2.2.5.9. Exponential law

This law describes an exponential with a rate parameter \(\lambda\) and a minimum \(x_{\rm min}\), as

\[f(x) = \lambda \times e^{- \lambda \times (x-x_{\rm min})} \; {\rm 1\kern-0.28emI}_{[x_{\rm min},+\infty[}(x)\]

The rate parameter \(\lambda\) should be greater than 0.0001.

Uranie code to simulate an Exponential random variable is:

tds = DataServer.TDataServer("tdssampler", "Sampler Uranie demo")
tds.addAttribute(DataServer.TExponentialDistribution("exp", 0.5))

fsamp = Sampler.TSampling(tds, "lhs", 300)
fsamp.generateSample()  # Create a representative sample

tds.Draw("exp")

Figure 2.15 shows the PDF, CDF and inverse CDF generated for different sets of parameters.

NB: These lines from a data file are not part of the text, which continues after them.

"""Benchmark: check, resolve and build on the bundled examples, cold and incremental.

Run: ``python tests/benchmarks/bench_pipeline.py`` (prints a table; asserts nothing).
Each figure is the best wall time of a few runs of the real command in a fresh process
(``python -m compiler ...``, so start-up and imports count, as for a user), with the peak
resident memory of that process. A 61-pipe rank is cut from the 610-pipe example.

Targets on a 2-core machine: check of a 61-pipe rank < 0.2 s; build of a 61-pipe rank
< 1.5 s; the 610-pipe set < 10 s; a rebuild with no change < 0.5 s.
"""

from __future__ import annotations

import os
import shutil
import subprocess
import sys
import tempfile
import time
from pathlib import Path

ROOT = Path(__file__).resolve().parents[2]
EXAMPLES = ROOT / "specs_examples"
RUNS = 3


def run(args: list[str]) -> tuple[float, float]:
    """Wall seconds and peak resident MiB of one ``python -m compiler ARGS`` process."""
    started = time.perf_counter()
    # Byte-code caching on, as for a user (some shells set PYTHONDONTWRITEBYTECODE; without
    # .pyc files every start recompiles the sources, which costs more than the work).
    env = {k: v for k, v in os.environ.items() if k != "PYTHONDONTWRITEBYTECODE"}
    proc = subprocess.Popen([sys.executable, "-m", "compiler", *args], cwd=ROOT, env=env,
                            stdout=subprocess.DEVNULL, stderr=subprocess.PIPE)
    _, status, usage = os.wait4(proc.pid, 0)
    elapsed = time.perf_counter() - started
    proc.returncode = os.waitstatus_to_exitcode(status)
    if proc.returncode != 0:
        assert proc.stderr is not None
        raise SystemExit(f"failed: {args}\n{proc.stderr.read().decode()}")
    return elapsed, usage.ru_maxrss / 1024


def best(args: list[str], before: object = None) -> tuple[float, float]:
    results = []
    for _ in range(RUNS):
        if callable(before):
            before()
        results.append(run(args))
    return min(r[0] for r in results), max(r[1] for r in results)


def one_rank(tmp: Path) -> Path:
    """The first rank (61 pipes) of the 610-pipe example, as a spec of its own."""
    text = (EXAMPLES / "practice-organ-610.yaml").read_text()
    head, ranks = text.split("\nranks:\n", 1)
    first = "  - id:" + ranks.split("  - id:")[1]
    spec = tmp / "rank-61.yaml"
    spec.write_text(head + "\nranks:\n" + first)
    return spec


def main() -> None:
    tmp = Path(tempfile.mkdtemp(prefix="boresmith-bench-"))
    try:
        rank = one_rank(tmp)
        specs = [("rank-61 (61 pipes)", rank)] + [
            (p.stem, p) for p in sorted(EXAMPLES.glob("*.yaml"))]
        print(f"{'spec':32} {'step':24} {'seconds':>8} {'peak MiB':>9}")
        for label, spec in specs:
            out = tmp / "out" / spec.stem
            rows = [("check", best(["check", str(spec)])),
                    ("resolve", best(["resolve", "--json", str(spec)]))]
            rows.append(("build, cold", best(["build", str(spec), "-o", str(out)],
                                             before=lambda o=out: shutil.rmtree(o, True))))
            rows.append(("rebuild, no change", best(["build", str(spec), "-o", str(out)])))
            # Edits in place, as a maker does: the spec file keeps its name, so positions
            # (file:line:col) stay the same and what did not change comes from the cache.
            work = tmp / "work" / spec.name
            work.parent.mkdir(exist_ok=True)
            text = spec.read_text()

            def edited(new_text: str, work: Path = work, text: str = text,
                       out: Path = out) -> None:
                work.write_text(text)
                run(["build", str(work), "-o", str(out)])
                work.write_text(new_text)

            # A note added at the end: the spec's hash (on every PDF page) changes, nothing
            # else does, so groups, parts and DXF sheets come from the cache.
            rows.append(("rebuild, note added", best(
                ["build", str(work), "-o", str(out)],
                before=lambda t=text: edited(t + "# a note added after a workshop visit\n"))))
            if "diameter: 40 mm}, halving_interval: 16}" in text:
                # One rank of the ten rescaled: only its pipes and sheets are redone.
                rows.append(("rebuild, one rank changed", best(
                    ["build", str(work), "-o", str(out)],
                    before=lambda t=text: edited(t.replace(
                        "diameter: 40 mm}, halving_interval: 16}",
                        "diameter: 38 mm}, halving_interval: 16}")))))
            for step, (seconds, mib) in rows:
                print(f"{label:32} {step:24} {seconds:8.3f} {mib:9.1f}")
    finally:
        shutil.rmtree(tmp, ignore_errors=True)


if __name__ == "__main__":
    main()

../../../_images/TExponentialDistribution.png — Figure 2.15 Example of PDF, CDF and inverse CDF for Exponential distributions.

Is it also possible to set boundaries to the infinite span of this distribution to create a truncated Exponential law. This can be done by calling the following method:

tds.getAttribute("exp").setBounds(0.4,6.0)  # truncate the law

The resulting PDF, CDF and inverse CDF, with and without truncation, can be seen, in this case, in Figure 2.16 for a given set of parameters and various boundaries.